By default, it uses gpt-4o-mini via OpenAI. You can change the model with the --llm-model option:

# Use GPT-4o instead of the default gpt-4o-mini
python -m docvert.cli.main convert ./doc.pdf --llm-refiner --llm-model gpt-4o

# Use Claude via litellm
python -m docvert.cli.main convert ./doc.pdf --llm-refiner --llm-model claude-3-5-sonnet-20241022

Using OpenAI:

export OPENAI_API_KEY="your-api-key"

Using Vertex AI:

export VERTEX_PROJECT="your-google-project"
export VERTEX_LOCATION="us-central1"
# Ensure you are authenticated via gcloud auth application-default login

Using Local Models (e.g. Ollama):

export OPENAI_API_KEY="dummy"
export OPENAI_BASE_URL="http://localhost:11434/v1"
python -m docvert.cli.main convert ./doc.pdf --llm-refiner --llm-model llama3

You can pass the appropriate environment variables corresponding to the provider you wish to use as per the litellm documentation.

Sidecar JSON Structure

Alongside every output.md, Docvert generates an output.conversion.json sidecar. This provides programmatic insight into the parsing quality:

{
  "confidence": 1.0,
  "file_hash": "d41d8cd98f00b204e9800998ecf8427e",
  "input_format": ".docx",
  "llm_refined": false,
  "output_file": "out/sample.md",
  "parser_path_used": "DocxParser",
  "source_file": "sample.docx",
  "warnings": []
}

Architecture

Docvert is built with a modular, pipeline-based architecture, strongly typed via pydantic.

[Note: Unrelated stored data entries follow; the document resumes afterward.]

package check

import (
	"encoding/xml"
	"fmt"
	"io"
	"strings"
	"time"
)

// The form of test results that build servers read: a suite for each scenario,
// a case for its run, for each acceptance limit and for each figure of the
// baseline that moved, one for the rest of them.
type (
	junitReport struct {
		XMLName  xml.Name     `xml:"testsuites"`
		Name     string       `xml:"name,attr"`
		Tests    int          `xml:"tests,attr"`
		Failures int          `xml:"failures,attr"`
		Errors   int          `xml:"errors,attr"`
		Time     string       `xml:"time,attr"`
		Suites   []junitSuite `xml:"testsuite"`
	}
	junitSuite struct {
		Name       string          `xml:"name,attr"`
		Tests      int             `xml:"tests,attr"`
		Failures   int             `xml:"failures,attr"`
		Errors     int             `xml:"errors,attr"`
		Skipped    int             `xml:"skipped,attr"`
		Time       string          `xml:"time,attr"`
		Timestamp  string          `xml:"timestamp,attr"`
		Hostname   string          `xml:"hostname,attr"`
		Properties []junitProperty `xml:"properties>property"`
		Cases      []junitCase     `xml:"testcase"`
	}
	junitProperty struct {
		Name  string `xml:"name,attr"`
		Value string `xml:"value,attr"`
	}
	junitCase struct {
		Name    string        `xml:"name,attr"`
		Class   string        `xml:"classname,attr"`
		Time    string        `xml:"time,attr"`
		Failure *junitProblem `xml:"failure"`
		Error   *junitProblem `xml:"error"`
		Skipped *junitProblem `xml:"skipped"`
	}
	junitProblem struct {
		Message string `xml:"message,attr"`
		Type    string `xml:"type,attr,omitempty"`
		Text    string `xml:",chardata"`
	}
)

// WriteJUnit writes the results as XML for build servers. began is when the
// check did.
func (p *Report) WriteJUnit(w io.Writer, version string, began time.Time) error {
	report := junitReport{Name: "antelag check", Suites: []junitSuite{}}
	total := 0.0
	for i := range p.Results {
		s, wall := p.Results[i].suite(version, began)
		report.Suites = append(report.Suites, s)
		report.Tests += s.Tests
		report.Failures += s.Failures
		report.Errors += s.Errors
		total += wall
	}
	report.Time = fmt.Sprintf("%.3f", total)
	if _, err := io.WriteString(w, xml.Header); err != nil {
		return err
	}
	e := xml.NewEncoder(w)
	e.Indent("", " ")
	if err := e.Encode(&report); err != nil {
		return err
	}
	_, err := io.WriteString(w, "\n")
	return err
}

func (r *Result) suite(version string, began time.Time) (junitSuite, float64) {
	wall := 0.0
	if r.Verdict != nil {
		wall = r.Verdict.Compute.Wall
	}
	s := junitSuite{
		Name: clean(r.Name), Time: fmt.Sprintf("%.3f", wall), Hostname: "localhost", Timestamp: began.UTC().Format("2006-01-02T15:04:05"),
		Properties: []junitProperty{{"version", clean(version)}, {"baseline", string(r.State)}},
	}
	if r.Scene != nil {
		s.Properties = append(s.Properties, junitProperty{"title", clean(r.Scene.Title)})
	}
	s.Cases = r.cases(s.Time)
	for _, c := range s.Cases {
		s.Tests++
		switch {
		case c.Failure != nil:
			s.Failures++
		case c.Error != nil:
			s.Errors++
		case c.Skipped != nil:
			s.Skipped++
		}
	}
	return s, wall
}

func (r *Result) cases(wall string) []junitCase {
	run := junitCase{Name: "run", Class: clean(r.Name), Time: wall}
	if r.Err != nil {
		run.Error = &junitProblem{Message: clean(r.Err.Error()), Type: "error"}
	}
	if r.Verdict == nil {
		return []junitCase{run}
	}
	lane := &r.Verdict.Lanes[0]
	if lane.Trip != nil && run.Error == nil {
		run.Failure = &junitProblem{Message: clean(lane.Ending(r.Verdict.Time)), Type: lane.Outcome.String()}
	}
	out := []junitCase{run}
	for _, row := range r.limits() {
		out = append(out, r.junitCase("limit ", row, row.Pass))
	}
	if r.Comparison == nil {
		none := junitCase{Name: "baseline", Class: clean(r.Name), Time: "0"}
		if r.State == Absent {
			none.Skipped = &junitProblem{Message: "there is no baseline"}
		}
		return append(out, none)
	}
	for _, row := range r.moves() {
		out = append(out, r.junitCase("baseline ", row, r.State != Moved))
	}
	return append(out, junitCase{Name: "baseline, " + figures(r.Comparison.Compared-len(r.Comparison.Moved)) + " that hold", Class: clean(r.Name), Time: "0"})
}

func (r *Result) junitCase(what string, row Row, pass bool) junitCase {
	c := junitCase{Name: clean(what + row.What), Class: clean(r.Name), Time: "0"}
	if pass {
		return c
	}
	kind := "baseline"
	message := fmt.Sprintf("is %s, was %s, allowed %s", row.Is, orDash(row.Was), row.Allowed)
	if row.Limit {
		kind = "limit"
	}
	c.Failure = &junitProblem{Message: clean(message), Type: kind, Text: clean(r.context())}
	return c
}

// context says which settings changed: most likely they are why.
func (r *Result) context() string {
	if r.Comparison == nil {
		return ""
	}
	var lines []string
	for _, s := range r.Comparison.Settings {
		lines = append(lines, fmt.Sprintf("%s: %s → %s", s.Path, orNone(s.Was), orNone(s.Is)))
	}
	return strings.Join(lines, "\n")
}

// clean takes out what XML cannot hold, whatever a file gave for a name; the
// encoder escapes the rest.
func clean(s string) string {
	return strings.Map(func(r rune) rune {
		switch {
		case r == '\n' || r == '\t':
			return r
		case r < 0x20 || r == 0x7f || r >= 0x80 && r < 0xa0 || r == 0xfffe || r == 0xffff:
			return '\ufffd'
		}
		return r
	}, strings.ToValidUTF8(s, "\ufffd"))
}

  1. CLI Layer (docvert.cli): Handles user input, argument parsing, and command routing.
  2. Core Layer (docvert.core):
  3. BatchProcessor: Orchestrates the parsing process. It checks the cache via file hashing, decides which parser to instantiate, and optionally invokes the LLM refiner.
  4. Writer: Writes the output Markdown, the sidecar .conversion.json, and manages asset directories.
  5. Parser Engines (docvert.parsers):
  6. DocxParser: Uses python-docx for primary processing (employing heuristic heading detection) and mammoth as a fallback.
  7. PdfParser: Uses docling for primary PDF processing and unstructured as a fallback.
  8. Agent Layer (docvert.agent):
  9. LLMRefiner: An optional, LLM-powered post-processor that cleans up the Markdown output, fixes semantic structure, and addresses obvious OCR or parsing errors.

All data structures passing between these layers are modeled in docvert.models, ensuring that developers and LLM agents working with the codebase can rely on predictable inputs and outputs.